EXERCISE REQUIREMENTS
Given the entries that follow, write out exactly the lines starting at the one containing "to 18 balances" and ending at the one containing "func checkMix(mix []Protolyte, strong", both ends included, and only those.

##### DATA FOR THIS TASK #####

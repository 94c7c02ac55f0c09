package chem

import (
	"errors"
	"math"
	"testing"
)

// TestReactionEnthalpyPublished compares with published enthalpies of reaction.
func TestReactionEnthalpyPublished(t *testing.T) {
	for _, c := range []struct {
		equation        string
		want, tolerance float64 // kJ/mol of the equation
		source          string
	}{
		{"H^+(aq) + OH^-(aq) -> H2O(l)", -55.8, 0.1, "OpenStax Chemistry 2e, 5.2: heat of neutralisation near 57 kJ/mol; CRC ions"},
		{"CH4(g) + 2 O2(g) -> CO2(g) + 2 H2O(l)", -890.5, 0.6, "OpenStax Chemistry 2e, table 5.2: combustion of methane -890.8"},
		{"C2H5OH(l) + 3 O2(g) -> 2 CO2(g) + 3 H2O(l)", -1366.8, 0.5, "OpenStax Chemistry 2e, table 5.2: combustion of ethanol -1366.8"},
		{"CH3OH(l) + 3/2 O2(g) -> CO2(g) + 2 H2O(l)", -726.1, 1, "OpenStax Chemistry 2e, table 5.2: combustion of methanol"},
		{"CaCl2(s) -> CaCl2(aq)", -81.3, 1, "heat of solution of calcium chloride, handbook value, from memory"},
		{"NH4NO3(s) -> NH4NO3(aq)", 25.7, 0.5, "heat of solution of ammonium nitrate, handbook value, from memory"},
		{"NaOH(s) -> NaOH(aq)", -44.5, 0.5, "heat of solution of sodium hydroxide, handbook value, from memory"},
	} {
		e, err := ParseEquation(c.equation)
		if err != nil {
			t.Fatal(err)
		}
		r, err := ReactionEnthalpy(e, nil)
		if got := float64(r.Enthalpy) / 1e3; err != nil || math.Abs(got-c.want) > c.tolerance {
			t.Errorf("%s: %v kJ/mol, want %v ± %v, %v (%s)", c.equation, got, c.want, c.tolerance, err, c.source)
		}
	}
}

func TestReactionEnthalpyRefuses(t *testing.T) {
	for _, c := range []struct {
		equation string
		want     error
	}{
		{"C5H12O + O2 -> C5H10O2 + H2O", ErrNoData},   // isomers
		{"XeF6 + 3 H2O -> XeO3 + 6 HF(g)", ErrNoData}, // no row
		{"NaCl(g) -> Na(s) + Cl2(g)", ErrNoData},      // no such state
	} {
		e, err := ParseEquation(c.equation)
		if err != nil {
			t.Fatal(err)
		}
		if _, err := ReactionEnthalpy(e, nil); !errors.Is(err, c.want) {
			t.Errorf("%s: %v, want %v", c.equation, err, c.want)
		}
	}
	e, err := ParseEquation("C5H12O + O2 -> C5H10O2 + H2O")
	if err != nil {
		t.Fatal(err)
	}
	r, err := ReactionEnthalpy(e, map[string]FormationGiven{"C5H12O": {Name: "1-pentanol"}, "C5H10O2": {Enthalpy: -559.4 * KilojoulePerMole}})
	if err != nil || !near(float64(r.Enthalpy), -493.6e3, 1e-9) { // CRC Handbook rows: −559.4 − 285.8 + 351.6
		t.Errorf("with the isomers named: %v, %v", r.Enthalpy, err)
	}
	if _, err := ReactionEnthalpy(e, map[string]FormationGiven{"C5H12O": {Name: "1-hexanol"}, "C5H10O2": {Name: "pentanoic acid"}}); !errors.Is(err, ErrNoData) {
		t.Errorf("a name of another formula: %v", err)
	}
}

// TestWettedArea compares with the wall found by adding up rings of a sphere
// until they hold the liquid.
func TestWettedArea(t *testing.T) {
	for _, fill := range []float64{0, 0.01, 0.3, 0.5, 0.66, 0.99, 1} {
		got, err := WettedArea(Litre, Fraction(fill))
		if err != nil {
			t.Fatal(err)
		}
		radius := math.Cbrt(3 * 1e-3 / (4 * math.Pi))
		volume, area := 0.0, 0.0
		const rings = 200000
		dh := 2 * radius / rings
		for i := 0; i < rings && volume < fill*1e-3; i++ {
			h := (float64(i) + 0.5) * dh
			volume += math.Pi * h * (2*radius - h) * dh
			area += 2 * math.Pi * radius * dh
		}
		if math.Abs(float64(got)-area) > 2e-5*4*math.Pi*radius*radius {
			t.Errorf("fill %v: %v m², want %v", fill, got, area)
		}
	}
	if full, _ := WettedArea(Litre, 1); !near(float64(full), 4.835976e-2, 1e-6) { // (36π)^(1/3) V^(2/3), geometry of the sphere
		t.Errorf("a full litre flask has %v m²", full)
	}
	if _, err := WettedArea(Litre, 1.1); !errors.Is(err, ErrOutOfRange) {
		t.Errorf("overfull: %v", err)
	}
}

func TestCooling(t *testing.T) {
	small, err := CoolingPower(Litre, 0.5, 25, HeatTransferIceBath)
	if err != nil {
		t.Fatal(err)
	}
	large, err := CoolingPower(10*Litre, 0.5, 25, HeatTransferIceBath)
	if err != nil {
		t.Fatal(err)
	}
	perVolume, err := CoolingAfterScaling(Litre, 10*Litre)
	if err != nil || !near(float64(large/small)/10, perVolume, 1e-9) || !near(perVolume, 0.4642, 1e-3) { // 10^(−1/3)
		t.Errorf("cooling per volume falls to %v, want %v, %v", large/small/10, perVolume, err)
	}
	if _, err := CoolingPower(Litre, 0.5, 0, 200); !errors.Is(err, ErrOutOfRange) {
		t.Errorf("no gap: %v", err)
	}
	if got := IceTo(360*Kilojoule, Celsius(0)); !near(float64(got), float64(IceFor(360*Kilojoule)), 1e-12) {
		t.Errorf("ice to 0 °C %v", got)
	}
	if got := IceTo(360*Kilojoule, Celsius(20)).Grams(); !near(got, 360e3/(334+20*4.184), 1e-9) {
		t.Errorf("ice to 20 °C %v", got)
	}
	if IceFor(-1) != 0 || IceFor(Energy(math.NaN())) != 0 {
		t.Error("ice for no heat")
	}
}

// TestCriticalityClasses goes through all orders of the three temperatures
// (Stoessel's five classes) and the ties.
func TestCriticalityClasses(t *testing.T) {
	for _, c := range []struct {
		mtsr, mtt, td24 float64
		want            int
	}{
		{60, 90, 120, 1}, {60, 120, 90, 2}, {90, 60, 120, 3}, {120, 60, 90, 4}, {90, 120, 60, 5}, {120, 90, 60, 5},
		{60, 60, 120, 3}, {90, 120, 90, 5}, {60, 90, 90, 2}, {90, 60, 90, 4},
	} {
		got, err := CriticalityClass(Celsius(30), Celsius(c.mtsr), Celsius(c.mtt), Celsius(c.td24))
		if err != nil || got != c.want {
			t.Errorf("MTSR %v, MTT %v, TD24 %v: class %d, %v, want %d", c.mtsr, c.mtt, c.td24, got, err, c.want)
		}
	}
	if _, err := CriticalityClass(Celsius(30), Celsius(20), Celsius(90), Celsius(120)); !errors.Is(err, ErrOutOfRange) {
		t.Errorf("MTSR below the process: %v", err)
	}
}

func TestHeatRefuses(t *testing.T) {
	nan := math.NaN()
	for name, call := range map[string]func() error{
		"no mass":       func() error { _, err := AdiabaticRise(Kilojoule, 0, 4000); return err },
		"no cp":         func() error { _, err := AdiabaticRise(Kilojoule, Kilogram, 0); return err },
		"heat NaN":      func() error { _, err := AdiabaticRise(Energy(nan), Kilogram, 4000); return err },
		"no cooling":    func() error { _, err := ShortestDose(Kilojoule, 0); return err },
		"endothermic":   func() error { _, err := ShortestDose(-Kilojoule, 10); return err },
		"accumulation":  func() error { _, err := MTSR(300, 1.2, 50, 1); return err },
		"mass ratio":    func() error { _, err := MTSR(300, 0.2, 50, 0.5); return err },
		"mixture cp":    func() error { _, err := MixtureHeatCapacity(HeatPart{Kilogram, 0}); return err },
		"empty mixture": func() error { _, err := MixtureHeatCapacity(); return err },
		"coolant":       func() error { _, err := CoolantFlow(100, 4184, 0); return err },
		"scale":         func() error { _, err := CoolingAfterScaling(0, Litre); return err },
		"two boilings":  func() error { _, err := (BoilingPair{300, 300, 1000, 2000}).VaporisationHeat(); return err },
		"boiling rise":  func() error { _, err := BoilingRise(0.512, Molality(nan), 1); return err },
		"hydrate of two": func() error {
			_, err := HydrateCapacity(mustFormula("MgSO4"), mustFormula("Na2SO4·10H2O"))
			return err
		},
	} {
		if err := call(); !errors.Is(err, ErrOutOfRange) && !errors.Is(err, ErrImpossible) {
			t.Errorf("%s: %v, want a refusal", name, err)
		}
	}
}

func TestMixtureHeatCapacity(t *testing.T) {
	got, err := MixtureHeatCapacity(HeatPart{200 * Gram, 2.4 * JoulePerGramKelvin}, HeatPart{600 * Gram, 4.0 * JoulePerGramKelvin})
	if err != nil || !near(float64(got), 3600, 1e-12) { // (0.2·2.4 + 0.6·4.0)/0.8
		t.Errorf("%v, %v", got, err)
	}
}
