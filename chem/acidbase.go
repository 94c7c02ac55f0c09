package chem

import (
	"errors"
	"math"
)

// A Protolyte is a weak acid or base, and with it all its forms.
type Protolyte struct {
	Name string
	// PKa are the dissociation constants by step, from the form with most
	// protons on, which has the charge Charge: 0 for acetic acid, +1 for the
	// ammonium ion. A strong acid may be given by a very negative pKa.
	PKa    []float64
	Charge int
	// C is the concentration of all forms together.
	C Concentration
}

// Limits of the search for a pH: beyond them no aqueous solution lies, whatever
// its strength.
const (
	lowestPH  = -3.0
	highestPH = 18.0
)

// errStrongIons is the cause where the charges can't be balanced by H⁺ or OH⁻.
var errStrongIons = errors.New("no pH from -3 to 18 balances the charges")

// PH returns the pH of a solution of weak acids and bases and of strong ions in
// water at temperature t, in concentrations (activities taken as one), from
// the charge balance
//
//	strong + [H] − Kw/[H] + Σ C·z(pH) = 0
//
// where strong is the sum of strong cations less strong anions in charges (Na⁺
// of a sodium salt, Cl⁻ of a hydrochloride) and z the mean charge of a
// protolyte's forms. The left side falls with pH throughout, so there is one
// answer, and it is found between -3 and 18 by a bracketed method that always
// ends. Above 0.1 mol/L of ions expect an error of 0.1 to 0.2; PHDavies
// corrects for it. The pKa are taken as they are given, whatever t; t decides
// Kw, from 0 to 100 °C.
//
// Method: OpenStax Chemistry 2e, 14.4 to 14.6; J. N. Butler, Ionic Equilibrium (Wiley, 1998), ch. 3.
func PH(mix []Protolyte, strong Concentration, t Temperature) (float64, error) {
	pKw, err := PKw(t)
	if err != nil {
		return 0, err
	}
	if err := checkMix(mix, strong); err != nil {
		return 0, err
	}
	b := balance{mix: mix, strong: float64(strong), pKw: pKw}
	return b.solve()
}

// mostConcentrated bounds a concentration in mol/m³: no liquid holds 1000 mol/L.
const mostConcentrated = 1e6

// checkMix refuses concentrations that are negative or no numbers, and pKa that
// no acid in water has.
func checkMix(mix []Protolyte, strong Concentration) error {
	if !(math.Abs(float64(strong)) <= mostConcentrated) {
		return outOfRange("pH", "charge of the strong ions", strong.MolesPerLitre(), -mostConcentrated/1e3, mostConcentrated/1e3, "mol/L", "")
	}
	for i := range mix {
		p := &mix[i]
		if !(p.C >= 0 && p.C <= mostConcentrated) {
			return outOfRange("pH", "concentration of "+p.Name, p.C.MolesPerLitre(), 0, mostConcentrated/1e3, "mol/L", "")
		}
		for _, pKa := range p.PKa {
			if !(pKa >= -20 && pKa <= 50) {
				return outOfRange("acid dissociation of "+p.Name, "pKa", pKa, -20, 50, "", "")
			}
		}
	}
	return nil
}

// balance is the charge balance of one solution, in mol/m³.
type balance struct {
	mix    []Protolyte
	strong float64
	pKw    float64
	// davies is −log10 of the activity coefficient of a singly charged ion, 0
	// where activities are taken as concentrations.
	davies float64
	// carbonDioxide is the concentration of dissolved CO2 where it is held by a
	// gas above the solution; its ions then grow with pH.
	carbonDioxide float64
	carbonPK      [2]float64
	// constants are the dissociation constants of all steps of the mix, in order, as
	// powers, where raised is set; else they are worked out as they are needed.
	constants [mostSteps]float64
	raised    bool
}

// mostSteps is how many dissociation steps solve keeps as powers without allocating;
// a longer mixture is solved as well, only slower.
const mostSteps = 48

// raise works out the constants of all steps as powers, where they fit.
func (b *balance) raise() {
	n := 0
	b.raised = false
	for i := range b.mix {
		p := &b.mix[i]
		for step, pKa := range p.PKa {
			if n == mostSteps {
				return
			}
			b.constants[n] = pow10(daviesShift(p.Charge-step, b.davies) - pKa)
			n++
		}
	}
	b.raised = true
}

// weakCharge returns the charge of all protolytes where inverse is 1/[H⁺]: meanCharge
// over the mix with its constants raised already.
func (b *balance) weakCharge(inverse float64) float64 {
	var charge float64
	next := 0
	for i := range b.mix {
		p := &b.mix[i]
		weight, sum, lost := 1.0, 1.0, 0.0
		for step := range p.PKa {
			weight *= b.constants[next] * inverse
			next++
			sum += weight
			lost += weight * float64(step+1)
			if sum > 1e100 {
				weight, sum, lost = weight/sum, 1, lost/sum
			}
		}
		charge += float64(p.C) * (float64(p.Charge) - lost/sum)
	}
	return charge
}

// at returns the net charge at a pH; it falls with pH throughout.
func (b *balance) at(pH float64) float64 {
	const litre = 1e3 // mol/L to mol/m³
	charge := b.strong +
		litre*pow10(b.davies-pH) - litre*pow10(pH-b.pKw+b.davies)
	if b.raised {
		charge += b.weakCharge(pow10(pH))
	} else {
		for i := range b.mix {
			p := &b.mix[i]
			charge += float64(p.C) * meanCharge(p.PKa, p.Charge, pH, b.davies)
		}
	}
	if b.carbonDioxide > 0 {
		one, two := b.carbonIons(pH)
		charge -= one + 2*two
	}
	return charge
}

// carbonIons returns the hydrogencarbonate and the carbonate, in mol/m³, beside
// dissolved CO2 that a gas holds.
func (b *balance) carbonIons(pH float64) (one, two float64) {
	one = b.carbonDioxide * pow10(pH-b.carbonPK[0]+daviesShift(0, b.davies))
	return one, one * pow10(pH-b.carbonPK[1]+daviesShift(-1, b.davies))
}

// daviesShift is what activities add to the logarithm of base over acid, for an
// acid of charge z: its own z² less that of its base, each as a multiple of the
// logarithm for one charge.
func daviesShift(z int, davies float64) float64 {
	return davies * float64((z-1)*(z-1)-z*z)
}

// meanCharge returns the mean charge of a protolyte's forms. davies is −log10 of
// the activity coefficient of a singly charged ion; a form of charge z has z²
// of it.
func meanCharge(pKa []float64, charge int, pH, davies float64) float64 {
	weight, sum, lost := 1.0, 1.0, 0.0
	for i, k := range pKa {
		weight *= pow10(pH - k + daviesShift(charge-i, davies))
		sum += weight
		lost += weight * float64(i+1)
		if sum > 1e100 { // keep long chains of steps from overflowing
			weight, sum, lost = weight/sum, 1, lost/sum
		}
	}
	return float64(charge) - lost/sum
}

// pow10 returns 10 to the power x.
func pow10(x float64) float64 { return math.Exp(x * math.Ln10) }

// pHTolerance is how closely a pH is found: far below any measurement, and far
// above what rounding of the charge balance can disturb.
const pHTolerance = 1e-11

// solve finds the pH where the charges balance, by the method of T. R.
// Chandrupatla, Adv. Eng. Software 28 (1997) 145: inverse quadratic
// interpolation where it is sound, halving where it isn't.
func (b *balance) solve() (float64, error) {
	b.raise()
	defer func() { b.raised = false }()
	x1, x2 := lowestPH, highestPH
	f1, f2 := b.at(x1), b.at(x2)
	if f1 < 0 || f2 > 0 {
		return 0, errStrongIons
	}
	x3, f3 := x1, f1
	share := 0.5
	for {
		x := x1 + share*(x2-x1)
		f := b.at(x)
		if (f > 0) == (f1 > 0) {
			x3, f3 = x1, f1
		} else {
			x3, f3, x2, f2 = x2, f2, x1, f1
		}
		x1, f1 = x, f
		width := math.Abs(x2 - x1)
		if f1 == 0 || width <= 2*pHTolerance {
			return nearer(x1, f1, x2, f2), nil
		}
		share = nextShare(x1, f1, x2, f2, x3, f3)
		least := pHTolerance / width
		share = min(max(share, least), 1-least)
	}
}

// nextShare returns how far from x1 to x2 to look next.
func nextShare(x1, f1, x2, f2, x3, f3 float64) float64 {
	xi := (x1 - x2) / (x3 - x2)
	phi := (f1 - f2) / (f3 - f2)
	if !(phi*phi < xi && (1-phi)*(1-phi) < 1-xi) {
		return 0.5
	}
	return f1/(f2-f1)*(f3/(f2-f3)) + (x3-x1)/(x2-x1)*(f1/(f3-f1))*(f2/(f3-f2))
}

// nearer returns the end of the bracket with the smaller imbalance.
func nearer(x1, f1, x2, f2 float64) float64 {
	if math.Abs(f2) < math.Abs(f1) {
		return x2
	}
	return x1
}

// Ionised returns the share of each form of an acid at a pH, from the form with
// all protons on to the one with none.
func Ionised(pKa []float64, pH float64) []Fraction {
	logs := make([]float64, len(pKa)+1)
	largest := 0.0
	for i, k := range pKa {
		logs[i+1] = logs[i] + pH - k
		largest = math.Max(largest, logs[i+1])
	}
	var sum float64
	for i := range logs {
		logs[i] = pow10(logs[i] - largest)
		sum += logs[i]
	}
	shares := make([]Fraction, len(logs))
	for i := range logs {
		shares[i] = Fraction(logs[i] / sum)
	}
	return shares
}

#####

SOLUTION TO THE EXERCISE
var errStrongIons = errors.New("no pH from -3 to 18 balances the charges")

// PH returns the pH of a solution of weak acids and bases and of strong ions in
// water at temperature t, in concentrations (activities taken as one), from
// the charge balance
//
//	strong + [H] − Kw/[H] + Σ C·z(pH) = 0
//
// where strong is the sum of strong cations less strong anions in charges (Na⁺
// of a sodium salt, Cl⁻ of a hydrochloride) and z the mean charge of a
// protolyte's forms. The left side falls with pH throughout, so there is one
// answer, and it is found between -3 and 18 by a bracketed method that always
// ends. Above 0.1 mol/L of ions expect an error of 0.1 to 0.2; PHDavies
// corrects for it. The pKa are taken as they are given, whatever t; t decides
// Kw, from 0 to 100 °C.
//
// Method: OpenStax Chemistry 2e, 14.4 to 14.6; J. N. Butler, Ionic Equilibrium (Wiley, 1998), ch. 3.
func PH(mix []Protolyte, strong Concentration, t Temperature) (float64, error) {
	pKw, err := PKw(t)
	if err != nil {
		return 0, err
	}
	if err := checkMix(mix, strong); err != nil {
		return 0, err
	}
	b := balance{mix: mix, strong: float64(strong), pKw: pKw}
	return b.solve()
}

// mostConcentrated bounds a concentration in mol/m³: no liquid holds 1000 mol/L.
const mostConcentrated = 1e6

// checkMix refuses concentrations that are negative or no numbers, and pKa that
// no acid in water has.
func checkMix(mix []Protolyte, strong Concentration) error {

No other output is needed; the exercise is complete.